You’ll want to read this if you plan on getting in a swimming pool this summer. Or maybe it’s better if you don’t because the situation ain’t pretty.
A parasite called Cryptosporidium, or Crypto for short, has been seen in increasing numbers of pools around the country. There were 32 outbreaks last summer resulting in almost 2,000 people becoming sick. That’s almost four times as much as the highest caseload for a year from 2012 to 2015.
According to the CDC, the main effects of the parasite are “watery diarrhea, stomach cramps, nausea, or vomiting.” This frequently leads to dehydration, which can kill infected patients in extreme instances.
And now, here’s the part that will make you never want to set foot in a pool again. The parasite is spread from those who have had diarrhea getting back in the pool without showering.
When you’re done shuddering and retching, please read on. The CDC recommends not swallowing water while you swim to avoid contracting the parasite. Better yet, we think we’ll just never go swimming again!

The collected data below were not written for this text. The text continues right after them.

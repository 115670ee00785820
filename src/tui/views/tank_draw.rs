//! Drawing the Tank view: the form and the side view of the tank on the left; on the right
//! the power curve with today's point (log axes) and under it the answer in words, scrolled
//! with PgUp/PgDn.

use super::tank_form::{FIELDS, Focus, Form};
use super::tank_sketch::{self, TankShape};
use super::tank_text;
use super::text_rows::wrapped_rows;
use crate::session::tank_live::TankLive;
use crate::site::Tank;
use crate::text::sanitize;
use crate::tui::ctx::Ctx;
use crate::tui::layout::{clip_end, row};
use crate::tui::strings::tank as s;
use crate::tui::theme::Glyphs;
use crate::tui::widgets::field::Field;
use crate::tui::widgets::field::draw_in_form;
use crate::tui::widgets::log_axis::LogRange;
use crate::tui::widgets::log_chart::{LogChart, Mark};
use crate::units;
use ratatui::Frame;
use ratatui::layout::{Constraint, Layout, Rect};
use ratatui::text::{Line, Span};
use ratatui::widgets::{Paragraph, Wrap};
use std::cell::Cell;

/// Width of the form and the side view; the chart and the answer take the rest.
const FORM_W: u16 = 38;
/// Height of the form panel without its message, and the message's usual rows.
const FORM_ROWS: u16 = 9;
const MESSAGE_ROWS: u16 = 2;
/// Height of the chart panel.
const CHART_H: u16 = 9;
const LABEL_W: u16 = 9;
const FIELD_W: u16 = 12;

pub struct TankScreen<'a> {
    pub form: &'a Form,
    pub tank: Option<&'a Tank>,
    pub shown: Option<&'a Result<TankLive, String>>,
    pub journalled: bool,
    pub waiting: bool,
    pub message: Option<&'a str>,
    pub scroll: u16,
    /// Where the furthest scroll is written back for the view's PgDn.
    pub scroll_most: &'a Cell<u16>,
    /// Where the panel's page size is written back.
    pub page: &'a Cell<u16>,
}

impl TankScreen<'_> {
    pub fn draw(&self, frame: &mut Frame, area: Rect, ctx: &Ctx) {
        let [left, right] =
            Layout::horizontal([Constraint::Length(FORM_W), Constraint::Min(0)]).areas(area);
        let [form, side] = Layout::vertical([
            Constraint::Length(self.form_height(ctx)),
            Constraint::Min(0),
        ])
        .areas(left);
        let [top, bottom] =
            Layout::vertical([Constraint::Length(CHART_H), Constraint::Min(0)]).areas(right);
        self.draw_form(frame, form, ctx);
        self.draw_side(frame, side, ctx);
        self.draw_chart(frame, top, ctx);
        self.draw_answer(frame, bottom, ctx);
    }

    fn done(&self) -> Option<&TankLive> {
        self.shown.and_then(|r| r.as_ref().ok())
    }

    fn draw_form(&self, frame: &mut Frame, area: Rect, ctx: &Ctx) {
        let t = &ctx.theme;
        let block = t.panel(s::FORM_TITLE);
        let inner = block.inner(area);
        frame.render_widget(block, area);
        let tank_text = self.tank.map_or(s::NO_TANK.to_string(), |k| {
            format!(
                "< {} >  {}",
                sanitize(&k.id, false),
                sanitize(&k.description, false)
            )
        });
        let style = if self.form.focus == Focus::Tank {
            t.selected
        } else {
            t.base
        };
        let room = usize::from(inner.width.saturating_sub(LABEL_W));
        let label =
            |text: &str| Span::styled(format!("{text:<w$}", w = usize::from(LABEL_W)), t.dim);
        frame.render_widget(
            Paragraph::new(Line::from(vec![
                label(s::TANK),
                Span::styled(clip_end(&tank_text, room, t.marks.cut), style),
            ])),
            row(inner, 0),
        );
        let product = self
            .done()
            .map(|d| d.product.clone())
            .or(self.tank.map(|k| k.product.clone()))
            .unwrap_or_default();
        frame.render_widget(
            Paragraph::new(Line::from(vec![
                label(s::PRODUCT),
                Span::styled(sanitize(&product, false), t.title),
            ])),
            row(inner, 1),
        );
        for (i, (_, name, kind)) in FIELDS.iter().enumerate() {
            let r = row(inner, 2 + i as u16);
            frame.render_widget(Paragraph::new(label(name)), r);
            self.field(frame, r, Focus::Field(i), ctx);
            let unit = match kind {
                crate::tui::widgets::field::FieldKind::Quantity(d)
                | crate::tui::widgets::field::FieldKind::Positive(d) => {
                    units::display_unit(*d, ctx.site.unit_system)
                }
                crate::tui::widgets::field::FieldKind::Text(_) => "",
            };
            let hint = Rect {
                x: r.x + LABEL_W + FIELD_W + 2,
                ..r
            }
            .intersection(r);
            frame.render_widget(Paragraph::new(ctx.style().text(unit)).style(t.dim), hint);
        }
        let save_row = row(inner, 2 + FIELDS.len() as u16);
        let save_style = if self.form.focus == Focus::Save {
            t.selected
        } else {
            t.key
        };
        frame.render_widget(
            Paragraph::new(Span::styled(
                clip_end(s::SAVE, usize::from(inner.width), t.marks.cut),
                save_style,
            )),
            save_row,
        );
        let msg_area = Rect {
            y: save_row.y + 1,
            height: inner.bottom().saturating_sub(save_row.y + 1),
            ..inner
        }
        .intersection(inner);
        frame.render_widget(self.message_for(ctx), msg_area);
    }

    fn field(&self, frame: &mut Frame, line: Rect, f: Focus, ctx: &Ctx) {
        let t = &ctx.theme;
        let Some(field) = self.form.field(f) else {
            return;
        };
        let area = Rect {
            x: line.x.saturating_add(LABEL_W),
            width: FIELD_W,
            ..line
        }
        .intersection(line);
        let selected = self.form.focus == f;
        let style = match selected {
            true => t.field_editing,
            false if field.error().is_some() => t.error,
            false => t.field,
        };
        draw_in_form(frame, (area, line), field, style, selected, t.error);
    }

    /// The form is as tall as its message needs (a long one takes rows from the side view,
    /// so it is never cut).
    fn form_height(&self, ctx: &Ctx) -> u16 {
        let (text, _) = self.message_text(ctx);
        let width = usize::from(FORM_W.saturating_sub(2));
        let rows = u16::try_from(wrapped_rows(&text, width)).unwrap_or(u16::MAX);
        FORM_ROWS.saturating_add(rows.max(MESSAGE_ROWS))
    }

    /// The focused field's problem, else the last message, else the hint.
    fn message_text(&self, ctx: &Ctx) -> (String, ratatui::style::Style) {
        let t = &ctx.theme;
        let error = self.form.field(self.form.focus).and_then(Field::error);
        let (text, look) = match (error, self.message) {
            (Some(e), _) => (format!("! {e}"), t.error),
            (None, Some(m)) => (m.to_string(), t.warn),
            (None, None) => (s::HINT.to_string(), t.dim),
        };
        (ctx.style().text(&sanitize(&text, false)), look)
    }

    fn message_for(&self, ctx: &Ctx) -> Paragraph<'static> {
        let (text, look) = self.message_text(ctx);
        Paragraph::new(text).style(look).wrap(Wrap { trim: true })
    }

    fn draw_side(&self, frame: &mut Frame, area: Rect, ctx: &Ctx) {
        let t = &ctx.theme;
        let g = match t.glyphs {
            Glyphs::Unicode => tank_sketch::UNICODE,
            Glyphs::Ascii => tank_sketch::ASCII,
        };
        let legend = format!(
            " {} {}  {} {} ",
            g.moving,
            s::LEGEND_CAVERN,
            g.still,
            s::LEGEND_STILL
        );
        let block = t
            .panel(s::SIDE_TITLE)
            .title_bottom(Line::styled(legend, t.dim));
        let inner = block.inner(area);
        frame.render_widget(block, area);
        let (Some(d), Some(tank)) = (self.done(), self.tank) else {
            return;
        };
        let v = &d.answer.request.vessel;
        let shape = TankShape {
            tank_diameter_m: v.tank_diameter_m.unwrap_or(tank.diameter_m),
            liquid_height_m: v.liquid_height_m.unwrap_or(tank.liquid_height_m),
            full_height_m: tank.liquid_height_m,
            impeller_diameter_m: v.impeller_diameter_m,
            cavern_m: d.answer.cavern.map(|c| (c.diameter_m, c.height_m)),
        };
        // Drawn a little narrower than the panel, so the walls stand clear of its border.
        let width = usize::from(inner.width.saturating_sub(2));
        let lines: Vec<Line> = tank_sketch::side_view(&shape, width, usize::from(inner.height), g)
            .into_iter()
            .map(|l| Line::styled(format!(" {l}"), t.base))
            .collect();
        frame.render_widget(Paragraph::new(lines), inner);
    }

    fn draw_chart(&self, frame: &mut Frame, area: Rect, ctx: &Ctx) {
        let t = &ctx.theme;
        let legend = format!(
            " {} {}  {} {} ",
            t.marks.fit,
            s::LEGEND_CURVE,
            t.marks.point,
            s::LEGEND_TODAY
        );
        let block = t
            .panel(s::CHART_TITLE)
            .title_bottom(Line::styled(legend, t.dim));
        let inner = block.inner(area);
        frame.render_widget(block, area);
        let Some(d) = self.done() else {
            return;
        };
        let p = &d.answer.operating.point;
        let marks = [Mark {
            x: p.reynolds,
            y: p.power_number,
            flagged: false,
        }];
        let xs = d.answer.chart.iter().map(|c| c.0).chain([p.reynolds]);
        let ys = d.answer.chart.iter().map(|c| c.1).chain([p.power_number]);
        let (Some(x), Some(y)) = (LogRange::covering(xs), LogRange::covering(ys)) else {
            return;
        };
        let chart = LogChart {
            marks: &marks,
            curve: &d.answer.chart,
            x,
            y,
            y_unit: "Np",
            theme: t,
        };
        frame.render_widget(chart, inner);
    }

    fn draw_answer(&self, frame: &mut Frame, area: Rect, ctx: &Ctx) {
        let t = &ctx.theme;
        let title = format!("{}({}) ", s::ANSWER_TITLE, s::SCROLL);
        let block = t.panel(title);
        let inner = block.inner(area);
        frame.render_widget(block, area);
        let lines: Vec<(bool, String)> = match self.shown {
            Some(Ok(d)) => tank_text::lines(d, self.journalled, ctx.style()),
            Some(Err(e)) => vec![(false, ctx.style().text(&sanitize(e, false)))],
            None if self.waiting => vec![(false, s::SENT.to_string())],
            None => Vec::new(),
        };
        let rows: usize = lines
            .iter()
            .map(|(_, l)| wrapped_rows(l, usize::from(inner.width)))
            .sum();
        // Scrolled no further than the last line at the bottom of the panel.
        let most = u16::try_from(rows.saturating_sub(usize::from(inner.height))).unwrap_or(0);
        self.scroll_most.set(most);
        self.page.set(inner.height.saturating_sub(1).max(1));
        let look = |heading: bool| match (heading, &self.shown) {
            (true, _) => t.title,
            (false, Some(Err(_))) => t.warn,
            (false, _) => t.base,
        };
        let lines: Vec<Line> = lines
            .into_iter()
            .map(|(heading, text)| Line::styled(text, look(heading)))
            .collect();
        let para = Paragraph::new(lines)
            .wrap(Wrap { trim: false })
            .scroll((self.scroll.min(most), 0));
        frame.render_widget(para, inner);
    }
}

In reality, the chances of someone catching this parasite are very slim. You can make them even slimmer by staying out of the water if you have diarrhea. The CDC believes that children are a main culprit in spreading the parasite and have a couple of tips to help prevent that.
First, take children on frequent bathroom breaks when swimming in a pool. This will also help prevent the less dangerous, but still pretty gross pee in the pool situation.
Secondly, the CDC recommends checking a baby’s diaper at the diaper-changing station and not right next to the pool. You can do the math on your own about why that would be a bad idea.
The reason why Crypto is such a scourge is that normal levels of chlorine do not kill the parasite. In fact, the parasite can survive for up to 10 days in water that has been properly treated with chlorine.
Because the effects are somewhat minor as the illness starts, the parasite can spread to a great number of people before the operators of a pool know that the outbreak has occurred. Each outbreak in 2016 affected approximately 60 people. It’s very likely that some unreported cases occurred as well.
Once a pool manager knows that the Crypto parasite exists in the water, there are options to treat it. A process known as hyperchlorination will kill the parasite quicker than regular chlorine levels. However, this can be a challenge for water parks and other venues that depend on revenue to stay in business.
The CDC has invented a tool called CryptoNet to track the parasite. Experts predict that this will help identify Crypto as the culprit sooner, which should help identify which pools are spreading it.
If you love swimming, but are afraid of public pools, you could always take a dip in the ocean instead. Of course, there are some terrifying things lingering there as well.